[Records from a data source]
--- START ---

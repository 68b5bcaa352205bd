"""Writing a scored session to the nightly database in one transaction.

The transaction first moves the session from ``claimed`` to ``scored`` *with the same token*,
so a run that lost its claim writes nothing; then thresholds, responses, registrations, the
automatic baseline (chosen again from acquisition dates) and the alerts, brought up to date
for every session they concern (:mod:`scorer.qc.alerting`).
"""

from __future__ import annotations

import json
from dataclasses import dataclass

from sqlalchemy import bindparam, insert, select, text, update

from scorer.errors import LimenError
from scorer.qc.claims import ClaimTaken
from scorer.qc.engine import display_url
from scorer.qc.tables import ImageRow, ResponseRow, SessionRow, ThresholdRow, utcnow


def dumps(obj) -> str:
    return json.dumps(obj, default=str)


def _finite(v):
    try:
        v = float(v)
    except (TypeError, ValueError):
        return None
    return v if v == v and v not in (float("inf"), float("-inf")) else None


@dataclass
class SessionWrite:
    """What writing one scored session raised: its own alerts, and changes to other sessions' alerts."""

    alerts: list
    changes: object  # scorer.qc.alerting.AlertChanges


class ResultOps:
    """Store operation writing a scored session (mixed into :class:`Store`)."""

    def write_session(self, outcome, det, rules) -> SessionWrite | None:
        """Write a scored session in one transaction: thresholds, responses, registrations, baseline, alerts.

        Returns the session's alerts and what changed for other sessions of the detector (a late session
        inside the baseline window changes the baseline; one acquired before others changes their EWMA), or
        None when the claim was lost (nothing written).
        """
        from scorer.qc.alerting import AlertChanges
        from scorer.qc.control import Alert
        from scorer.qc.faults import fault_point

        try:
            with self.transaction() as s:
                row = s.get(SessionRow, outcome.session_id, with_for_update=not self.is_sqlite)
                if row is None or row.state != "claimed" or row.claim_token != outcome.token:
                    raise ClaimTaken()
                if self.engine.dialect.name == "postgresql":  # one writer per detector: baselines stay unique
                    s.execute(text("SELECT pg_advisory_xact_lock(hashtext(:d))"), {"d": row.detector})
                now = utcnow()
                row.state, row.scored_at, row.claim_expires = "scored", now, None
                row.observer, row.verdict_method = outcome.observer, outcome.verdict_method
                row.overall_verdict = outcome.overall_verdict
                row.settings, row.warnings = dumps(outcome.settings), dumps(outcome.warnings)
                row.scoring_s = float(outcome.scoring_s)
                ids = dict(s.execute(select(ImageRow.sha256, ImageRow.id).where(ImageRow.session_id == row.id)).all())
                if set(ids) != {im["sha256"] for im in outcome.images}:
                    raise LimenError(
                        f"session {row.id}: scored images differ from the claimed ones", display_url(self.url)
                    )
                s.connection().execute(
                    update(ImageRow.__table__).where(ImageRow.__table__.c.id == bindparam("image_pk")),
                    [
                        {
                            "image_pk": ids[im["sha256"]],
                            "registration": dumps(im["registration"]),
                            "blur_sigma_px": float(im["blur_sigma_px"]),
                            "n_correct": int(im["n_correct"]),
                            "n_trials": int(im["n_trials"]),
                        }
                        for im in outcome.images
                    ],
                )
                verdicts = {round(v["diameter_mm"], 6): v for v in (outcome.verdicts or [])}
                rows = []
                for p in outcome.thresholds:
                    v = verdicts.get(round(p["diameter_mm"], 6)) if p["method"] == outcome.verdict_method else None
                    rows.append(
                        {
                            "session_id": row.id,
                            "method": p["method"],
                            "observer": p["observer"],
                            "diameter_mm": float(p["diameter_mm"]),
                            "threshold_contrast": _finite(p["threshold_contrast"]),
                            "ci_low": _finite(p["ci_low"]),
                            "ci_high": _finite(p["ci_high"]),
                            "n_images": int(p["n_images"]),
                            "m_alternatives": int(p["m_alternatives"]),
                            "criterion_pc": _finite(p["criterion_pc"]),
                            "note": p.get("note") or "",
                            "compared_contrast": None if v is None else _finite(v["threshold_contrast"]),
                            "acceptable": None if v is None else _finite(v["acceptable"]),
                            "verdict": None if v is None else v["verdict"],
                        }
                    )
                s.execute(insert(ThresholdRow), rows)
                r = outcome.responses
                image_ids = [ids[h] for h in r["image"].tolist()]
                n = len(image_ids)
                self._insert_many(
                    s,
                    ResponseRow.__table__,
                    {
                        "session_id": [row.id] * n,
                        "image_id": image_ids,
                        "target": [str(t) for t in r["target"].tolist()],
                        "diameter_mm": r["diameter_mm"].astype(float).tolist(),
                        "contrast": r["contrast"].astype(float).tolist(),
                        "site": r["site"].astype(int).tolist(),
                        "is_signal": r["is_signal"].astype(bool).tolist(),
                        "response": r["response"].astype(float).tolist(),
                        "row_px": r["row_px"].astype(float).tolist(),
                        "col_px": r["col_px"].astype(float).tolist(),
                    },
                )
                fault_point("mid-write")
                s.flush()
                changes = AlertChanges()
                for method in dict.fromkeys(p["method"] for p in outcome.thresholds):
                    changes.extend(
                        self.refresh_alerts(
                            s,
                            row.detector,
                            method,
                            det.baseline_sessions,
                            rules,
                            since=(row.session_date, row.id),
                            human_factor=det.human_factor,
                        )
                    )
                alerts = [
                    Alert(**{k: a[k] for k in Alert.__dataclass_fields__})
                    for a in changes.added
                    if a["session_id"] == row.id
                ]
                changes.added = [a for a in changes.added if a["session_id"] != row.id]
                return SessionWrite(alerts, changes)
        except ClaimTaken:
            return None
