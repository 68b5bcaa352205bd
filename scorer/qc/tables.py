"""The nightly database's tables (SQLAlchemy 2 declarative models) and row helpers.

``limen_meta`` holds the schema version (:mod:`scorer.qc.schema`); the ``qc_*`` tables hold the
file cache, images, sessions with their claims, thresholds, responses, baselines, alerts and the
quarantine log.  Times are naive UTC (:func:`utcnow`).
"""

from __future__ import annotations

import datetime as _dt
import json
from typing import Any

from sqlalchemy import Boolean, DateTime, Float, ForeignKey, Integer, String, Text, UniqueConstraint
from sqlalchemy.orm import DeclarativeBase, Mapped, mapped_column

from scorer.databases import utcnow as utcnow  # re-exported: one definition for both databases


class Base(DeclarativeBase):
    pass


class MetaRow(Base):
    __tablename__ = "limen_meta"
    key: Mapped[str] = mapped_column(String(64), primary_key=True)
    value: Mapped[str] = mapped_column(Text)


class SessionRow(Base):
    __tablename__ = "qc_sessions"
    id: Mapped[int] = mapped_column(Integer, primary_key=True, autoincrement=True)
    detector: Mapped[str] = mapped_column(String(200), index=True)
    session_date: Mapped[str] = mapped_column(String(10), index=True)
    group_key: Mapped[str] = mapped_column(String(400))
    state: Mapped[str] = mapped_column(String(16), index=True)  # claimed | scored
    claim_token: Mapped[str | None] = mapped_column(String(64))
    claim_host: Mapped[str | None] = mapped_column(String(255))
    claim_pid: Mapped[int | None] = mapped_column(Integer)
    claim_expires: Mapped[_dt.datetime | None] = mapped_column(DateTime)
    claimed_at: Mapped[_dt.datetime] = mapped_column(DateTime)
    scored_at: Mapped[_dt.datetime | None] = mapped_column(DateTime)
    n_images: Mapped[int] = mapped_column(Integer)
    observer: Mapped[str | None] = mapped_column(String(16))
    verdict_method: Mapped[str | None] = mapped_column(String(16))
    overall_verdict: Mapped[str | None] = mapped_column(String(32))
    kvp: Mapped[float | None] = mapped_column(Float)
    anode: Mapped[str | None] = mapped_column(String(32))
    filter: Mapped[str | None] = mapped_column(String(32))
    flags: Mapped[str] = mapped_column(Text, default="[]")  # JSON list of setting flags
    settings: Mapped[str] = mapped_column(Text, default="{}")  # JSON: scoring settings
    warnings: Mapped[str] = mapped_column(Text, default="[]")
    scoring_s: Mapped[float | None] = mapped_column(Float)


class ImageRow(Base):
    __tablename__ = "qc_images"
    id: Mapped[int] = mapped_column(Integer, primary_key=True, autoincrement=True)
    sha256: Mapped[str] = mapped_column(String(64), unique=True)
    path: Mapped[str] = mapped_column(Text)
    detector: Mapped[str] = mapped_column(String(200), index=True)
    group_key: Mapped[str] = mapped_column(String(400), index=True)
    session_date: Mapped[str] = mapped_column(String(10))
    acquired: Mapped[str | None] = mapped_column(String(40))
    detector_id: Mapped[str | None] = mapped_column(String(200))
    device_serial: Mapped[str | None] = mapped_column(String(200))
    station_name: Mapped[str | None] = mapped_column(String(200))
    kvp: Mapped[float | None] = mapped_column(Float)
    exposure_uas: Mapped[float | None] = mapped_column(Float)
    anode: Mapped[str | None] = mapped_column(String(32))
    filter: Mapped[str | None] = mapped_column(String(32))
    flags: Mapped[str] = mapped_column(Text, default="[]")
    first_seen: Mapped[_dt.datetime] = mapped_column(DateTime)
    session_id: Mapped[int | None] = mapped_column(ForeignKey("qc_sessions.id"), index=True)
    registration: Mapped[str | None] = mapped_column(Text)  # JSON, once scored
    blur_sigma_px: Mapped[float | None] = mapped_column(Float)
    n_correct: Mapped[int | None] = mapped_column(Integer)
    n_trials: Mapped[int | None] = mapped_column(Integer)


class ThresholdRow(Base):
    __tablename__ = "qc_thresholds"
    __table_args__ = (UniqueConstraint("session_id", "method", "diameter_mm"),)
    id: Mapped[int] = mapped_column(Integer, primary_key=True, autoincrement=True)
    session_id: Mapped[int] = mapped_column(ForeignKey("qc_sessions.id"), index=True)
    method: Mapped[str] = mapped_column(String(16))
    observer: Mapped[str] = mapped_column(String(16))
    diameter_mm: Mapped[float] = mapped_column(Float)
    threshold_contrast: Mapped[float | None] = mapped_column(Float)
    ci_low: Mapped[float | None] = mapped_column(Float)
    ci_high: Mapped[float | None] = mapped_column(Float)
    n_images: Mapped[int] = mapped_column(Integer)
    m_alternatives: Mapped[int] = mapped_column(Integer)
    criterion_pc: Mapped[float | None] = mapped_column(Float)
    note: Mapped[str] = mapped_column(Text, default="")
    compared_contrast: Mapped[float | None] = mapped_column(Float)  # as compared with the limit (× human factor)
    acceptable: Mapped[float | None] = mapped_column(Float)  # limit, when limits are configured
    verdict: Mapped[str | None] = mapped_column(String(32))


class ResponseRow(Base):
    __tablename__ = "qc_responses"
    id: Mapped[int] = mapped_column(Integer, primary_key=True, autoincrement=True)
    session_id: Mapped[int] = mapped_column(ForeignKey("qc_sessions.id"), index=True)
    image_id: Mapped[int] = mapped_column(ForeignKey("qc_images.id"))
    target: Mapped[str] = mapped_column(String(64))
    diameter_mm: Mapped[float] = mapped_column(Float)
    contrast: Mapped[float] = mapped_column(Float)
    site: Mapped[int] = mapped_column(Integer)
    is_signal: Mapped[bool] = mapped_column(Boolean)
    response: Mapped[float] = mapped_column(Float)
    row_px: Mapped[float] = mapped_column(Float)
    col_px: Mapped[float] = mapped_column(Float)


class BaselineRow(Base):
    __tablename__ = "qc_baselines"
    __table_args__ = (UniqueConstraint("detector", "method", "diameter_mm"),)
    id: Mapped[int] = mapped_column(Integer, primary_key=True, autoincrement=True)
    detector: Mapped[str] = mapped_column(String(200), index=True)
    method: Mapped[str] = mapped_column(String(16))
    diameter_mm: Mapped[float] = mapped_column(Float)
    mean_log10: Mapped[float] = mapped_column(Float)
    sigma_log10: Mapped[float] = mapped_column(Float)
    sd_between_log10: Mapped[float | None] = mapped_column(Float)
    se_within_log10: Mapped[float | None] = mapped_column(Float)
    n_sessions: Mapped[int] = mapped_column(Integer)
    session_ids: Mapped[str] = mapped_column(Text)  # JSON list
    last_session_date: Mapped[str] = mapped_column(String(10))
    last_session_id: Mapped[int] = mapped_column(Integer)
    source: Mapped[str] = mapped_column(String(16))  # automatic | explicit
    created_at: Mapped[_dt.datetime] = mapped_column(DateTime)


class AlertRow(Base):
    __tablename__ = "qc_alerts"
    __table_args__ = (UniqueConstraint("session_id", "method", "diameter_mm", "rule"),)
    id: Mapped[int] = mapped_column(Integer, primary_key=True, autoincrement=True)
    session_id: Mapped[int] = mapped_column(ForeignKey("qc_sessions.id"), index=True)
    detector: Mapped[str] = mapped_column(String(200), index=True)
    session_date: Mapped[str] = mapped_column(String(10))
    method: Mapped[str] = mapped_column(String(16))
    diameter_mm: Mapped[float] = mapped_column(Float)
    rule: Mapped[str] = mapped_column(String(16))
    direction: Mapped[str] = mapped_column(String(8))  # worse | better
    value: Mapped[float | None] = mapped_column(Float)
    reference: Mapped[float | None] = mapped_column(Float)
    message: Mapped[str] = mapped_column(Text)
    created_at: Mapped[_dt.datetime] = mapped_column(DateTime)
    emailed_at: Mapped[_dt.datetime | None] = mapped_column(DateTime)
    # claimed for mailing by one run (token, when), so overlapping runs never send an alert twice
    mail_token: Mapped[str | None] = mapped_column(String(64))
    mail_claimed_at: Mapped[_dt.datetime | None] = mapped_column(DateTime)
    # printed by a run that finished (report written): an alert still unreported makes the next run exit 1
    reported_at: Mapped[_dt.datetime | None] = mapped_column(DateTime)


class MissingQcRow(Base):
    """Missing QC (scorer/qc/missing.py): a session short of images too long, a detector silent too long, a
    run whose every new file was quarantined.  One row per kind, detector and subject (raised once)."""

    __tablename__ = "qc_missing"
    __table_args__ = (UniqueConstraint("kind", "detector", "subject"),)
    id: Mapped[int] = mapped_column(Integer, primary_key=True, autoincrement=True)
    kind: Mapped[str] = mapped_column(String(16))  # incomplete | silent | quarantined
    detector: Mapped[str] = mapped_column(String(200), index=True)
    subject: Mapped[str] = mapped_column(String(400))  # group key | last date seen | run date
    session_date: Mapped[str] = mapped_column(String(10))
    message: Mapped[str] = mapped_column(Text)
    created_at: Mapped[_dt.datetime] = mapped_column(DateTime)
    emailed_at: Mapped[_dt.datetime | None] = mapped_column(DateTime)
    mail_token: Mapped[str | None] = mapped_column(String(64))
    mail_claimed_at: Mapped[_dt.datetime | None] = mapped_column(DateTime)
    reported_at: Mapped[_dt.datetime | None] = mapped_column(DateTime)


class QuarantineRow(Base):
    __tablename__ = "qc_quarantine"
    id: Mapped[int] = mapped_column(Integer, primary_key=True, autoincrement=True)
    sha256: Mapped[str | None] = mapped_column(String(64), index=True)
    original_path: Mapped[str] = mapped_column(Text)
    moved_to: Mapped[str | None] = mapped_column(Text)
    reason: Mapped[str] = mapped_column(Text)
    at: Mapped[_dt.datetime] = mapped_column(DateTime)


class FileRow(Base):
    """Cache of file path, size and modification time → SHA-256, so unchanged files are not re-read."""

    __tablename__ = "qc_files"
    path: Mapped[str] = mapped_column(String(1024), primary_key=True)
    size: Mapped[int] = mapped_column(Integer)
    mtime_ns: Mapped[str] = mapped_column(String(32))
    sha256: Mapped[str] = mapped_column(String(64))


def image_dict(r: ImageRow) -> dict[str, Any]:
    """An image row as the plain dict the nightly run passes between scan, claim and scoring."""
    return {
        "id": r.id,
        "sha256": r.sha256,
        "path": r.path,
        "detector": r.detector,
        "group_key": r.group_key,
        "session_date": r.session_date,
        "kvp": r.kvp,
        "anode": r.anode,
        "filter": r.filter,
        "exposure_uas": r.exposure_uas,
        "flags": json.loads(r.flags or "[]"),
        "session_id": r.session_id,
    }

--- END ---

(EXERCISE DESCRIPTION)
From the records above, print exactly the lines that run from the line with "group_key: Mapped[str] = mapped_column(String(400))" to the line with "claim_host: Mapped[str |", inclusive.

(RESPONSE AREA)
    group_key: Mapped[str] = mapped_column(String(400))
    state: Mapped[str] = mapped_column(String(16), index=True)  # claimed | scored
    claim_token: Mapped[str | None] = mapped_column(String(64))
    claim_host: Mapped[str | None] = mapped_column(String(255))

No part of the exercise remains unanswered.